## TASK TO CARRY OUT
So that the copy matches the original, write out every entry exactly.

BEGIN PROVIDED ENTRIES

import { listOf } from './list.ts';
import { MemberEmail } from './member.ts';
import { StudyRole } from './study.ts';
import { VehicleInput } from './vehicle.ts';
import { z } from './zod.ts';

/** Someone with an account. People are deactivated, never deleted: the record keeps their names. */
export const Person = z
  .object({
    userId: z.string(),
    name: z.string(),
    email: z.string(),
    administrator: z.boolean(),
    active: z.boolean(),
    you: z.boolean(),
    createdAt: z.iso.datetime(),
    /** When a session of theirs was last in use, as far as one is left. */
    lastSeenAt: z.iso.datetime().nullable(),
    version: z.int(),
  })
  .meta({ id: 'Person' });
export type Person = z.infer<typeof Person>;

export const PersonList = listOf(Person);
export type PersonList = z.infer<typeof PersonList>;

export const PersonPatch = z
  .strictObject({
    administrator: z.boolean().optional(),
    active: z.boolean().optional(),
    version: z.int().optional(),
  })
  .meta({ id: 'PersonPatch' });
export type PersonPatch = z.infer<typeof PersonPatch>;

/** An invitation that was neither accepted nor withdrawn. Its link went out by mail and is nowhere else. */
export const Invitation = z
  .object({
    id: z.uuid(),
    email: z.string(),
    administrator: z.boolean(),
    invitedBy: z.string().nullable(),
    createdAt: z.iso.datetime(),
    expiresAt: z.iso.datetime(),
    expired: z.boolean(),
  })
  .meta({ id: 'Invitation' });
export type Invitation = z.infer<typeof Invitation>;

/** An address that a lead made a member before it had an account. In which study is not said. */
export const InvitationRequest = z
  .object({
    email: z.string(),
    since: z.iso.datetime(),
    studies: z.int(),
    askedBy: z.string().nullable(),
  })
  .meta({ id: 'InvitationRequest' });
export type InvitationRequest = z.infer<typeof InvitationRequest>;

export const InvitationList = listOf(Invitation).extend({ requests: z.array(InvitationRequest) });
export type InvitationList = z.infer<typeof InvitationList>;

export const InvitationInput = z
  .strictObject({ email: MemberEmail, administrator: z.boolean().default(false) })
  .meta({ id: 'InvitationInput' });
export type InvitationInput = z.infer<typeof InvitationInput>;

/** A study without an active lead, as an administrator may know it: by its members, not by what it holds. */
export const LeaderlessStudy = z
  .object({
    studyId: z.uuid(),
    createdAt: z.iso.datetime(),
    members: z.array(
      z.object({
        userId: z.string(),
        name: z.string(),
        email: z.string(),
        role: StudyRole,
        active: z.boolean(),
      }),
    ),
  })
  .meta({ id: 'LeaderlessStudy' });
export type LeaderlessStudy = z.infer<typeof LeaderlessStudy>;

export const LeaderlessList = listOf(LeaderlessStudy);
export type LeaderlessList = z.infer<typeof LeaderlessList>;

export const NewLead = z.strictObject({ studyId: z.uuid(), userId: z.string() }).meta({ id: 'NewLead' });
export type NewLead = z.infer<typeof NewLead>;

const LibraryCode = z
  .string()
  .trim()
  .regex(/^[A-Z0-9-]{2,12}$/, 'A code has 2 to 12 capital letters, digits or hyphens.');

/** A vehicle of the library has a name: a study shows it wherever the vehicle counts. */
const NamedVehicle = VehicleInput.refine((vehicle) => (vehicle.name ?? '').trim() !== '', {
  path: ['name'],
  error: 'Give the vehicle a name.',
});

export const LibraryVehicleInput = z
  .strictObject({ code: LibraryCode, vehicle: NamedVehicle })
  .meta({ id: 'LibraryVehicleInput' });
export type LibraryVehicleInput = z.infer<typeof LibraryVehicleInput>;

export const LibraryVehiclePatch = z
  .strictObject({
    code: LibraryCode.optional(),
    vehicle: NamedVehicle.optional(),
    archived: z.boolean().optional(),
    version: z.int().optional(),
  })
  .meta({ id: 'LibraryVehiclePatch' });
export type LibraryVehiclePatch = z.infer<typeof LibraryVehiclePatch>;

/** A mail the app sent or tries to send. Its text is kept only until it is sent: it may carry a link. */
export const MailEntry = z
  .object({
    id: z.uuid(),
    to: z.string(),
    subject: z.string(),
    state: z.enum(['queued', 'sent', 'failed']),
    attempts: z.int(),
    error: z.string().nullable(),
    createdAt: z.iso.datetime(),
    sentAt: z.iso.datetime().nullable(),
  })
  .meta({ id: 'MailEntry' });
export type MailEntry = z.infer<typeof MailEntry>;

/** A mail that stayed here because no mail server is set. */
export const KeptMail = z
  .object({
    id: z.uuid(),
    from: z.string(),
    to: z.array(z.string()),
    subject: z.string(),
    text: z.string(),
    receivedAt: z.iso.datetime(),
  })
  .meta({ id: 'KeptMail' });
export type KeptMail = z.infer<typeof KeptMail>;

/** `kept` is the outbox; `sent` the log of what was sent or is still tried. */
export const Outbox = z
  .object({
    mailServer: z.boolean(),
    kept: listOf(KeptMail),
    sent: listOf(MailEntry),
  })
  .meta({ id: 'Outbox' });
export type Outbox = z.infer<typeof Outbox>;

END PROVIDED ENTRIES

## OUTPUT
import { listOf } from './list.ts';
import { MemberEmail } from './member.ts';
import { StudyRole } from './study.ts';
import { VehicleInput } from './vehicle.ts';
import { z } from './zod.ts';

/** Someone with an account. People are deactivated, never deleted: the record keeps their names. */
export const Person = z
  .object({
    userId: z.string(),
    name: z.string(),
    email: z.string(),
    administrator: z.boolean(),
    active: z.boolean(),
    you: z.boolean(),
    createdAt: z.iso.datetime(),
    /** When a session of theirs was last in use, as far as one is left. */
    lastSeenAt: z.iso.datetime().nullable(),
    version: z.int(),
  })
  .meta({ id: 'Person' });
export type Person = z.infer<typeof Person>;

export const PersonList = listOf(Person);
export type PersonList = z.infer<typeof PersonList>;

export const PersonPatch = z
  .strictObject({
    administrator: z.boolean().optional(),
    active: z.boolean().optional(),
    version: z.int().optional(),
  })
  .meta({ id: 'PersonPatch' });
export type PersonPatch = z.infer<typeof PersonPatch>;

/** An invitation that was neither accepted nor withdrawn. Its link went out by mail and is nowhere else. */
export const Invitation = z
  .object({
    id: z.uuid(),
    email: z.string(),
    administrator: z.boolean(),
    invitedBy: z.string().nullable(),
    createdAt: z.iso.datetime(),
    expiresAt: z.iso.datetime(),
    expired: z.boolean(),
  })
  .meta({ id: 'Invitation' });
export type Invitation = z.infer<typeof Invitation>;

/** An address that a lead made a member before it had an account. In which study is not said. */
export const InvitationRequest = z
  .object({
    email: z.string(),
    since: z.iso.datetime(),
    studies: z.int(),
    askedBy: z.string().nullable(),
  })
  .meta({ id: 'InvitationRequest' });
export type InvitationRequest = z.infer<typeof InvitationRequest>;

export const InvitationList = listOf(Invitation).extend({ requests: z.array(InvitationRequest) });
export type InvitationList = z.infer<typeof InvitationList>;

export const InvitationInput = z
  .strictObject({ email: MemberEmail, administrator: z.boolean().default(false) })
  .meta({ id: 'InvitationInput' });
export type InvitationInput = z.infer<typeof InvitationInput>;

/** A study without an active lead, as an administrator may know it: by its members, not by what it holds. */
export const LeaderlessStudy = z
  .object({
    studyId: z.uuid(),
    createdAt: z.iso.datetime(),
    members: z.array(
      z.object({
        userId: z.string(),
        name: z.string(),
        email: z.string(),
        role: StudyRole,
        active: z.boolean(),
      }),
    ),
  })
  .meta({ id: 'LeaderlessStudy' });
export type LeaderlessStudy = z.infer<typeof LeaderlessStudy>;

export const LeaderlessList = listOf(LeaderlessStudy);
export type LeaderlessList = z.infer<typeof LeaderlessList>;

export const NewLead = z.strictObject({ studyId: z.uuid(), userId: z.string() }).meta({ id: 'NewLead' });
export type NewLead = z.infer<typeof NewLead>;

const LibraryCode = z
  .string()
  .trim()
  .regex(/^[A-Z0-9-]{2,12}$/, 'A code has 2 to 12 capital letters, digits or hyphens.');

/** A vehicle of the library has a name: a study shows it wherever the vehicle counts. */
const NamedVehicle = VehicleInput.refine((vehicle) => (vehicle.name ?? '').trim() !== '', {
  path: ['name'],
  error: 'Give the vehicle a name.',
});

export const LibraryVehicleInput = z
  .strictObject({ code: LibraryCode, vehicle: NamedVehicle })
  .meta({ id: 'LibraryVehicleInput' });
export type LibraryVehicleInput = z.infer<typeof LibraryVehicleInput>;

export const LibraryVehiclePatch = z
  .strictObject({
    code: LibraryCode.optional(),
    vehicle: NamedVehicle.optional(),
    archived: z.boolean().optional(),
    version: z.int().optional(),
  })
  .meta({ id: 'LibraryVehiclePatch' });
export type LibraryVehiclePatch = z.infer<typeof LibraryVehiclePatch>;

/** A mail the app sent or tries to send. Its text is kept only until it is sent: it may carry a link. */
export const MailEntry = z
  .object({
    id: z.uuid(),
    to: z.string(),
    subject: z.string(),
    state: z.enum(['queued', 'sent', 'failed']),
    attempts: z.int(),
    error: z.string().nullable(),
    createdAt: z.iso.datetime(),
    sentAt: z.iso.datetime().nullable(),
  })
  .meta({ id: 'MailEntry' });
export type MailEntry = z.infer<typeof MailEntry>;

/** A mail that stayed here because no mail server is set. */
export const KeptMail = z
  .object({
    id: z.uuid(),
    from: z.string(),
    to: z.array(z.string()),
    subject: z.string(),
    text: z.string(),
    receivedAt: z.iso.datetime(),
  })
  .meta({ id: 'KeptMail' });
export type KeptMail = z.infer<typeof KeptMail>;

/** `kept` is the outbox; `sent` the log of what was sent or is still tried. */
export const Outbox = z
  .object({
    mailServer: z.boolean(),
    kept: listOf(KeptMail),
    sent: listOf(MailEntry),
  })
  .meta({ id: 'Outbox' });
export type Outbox = z.infer<typeof Outbox>;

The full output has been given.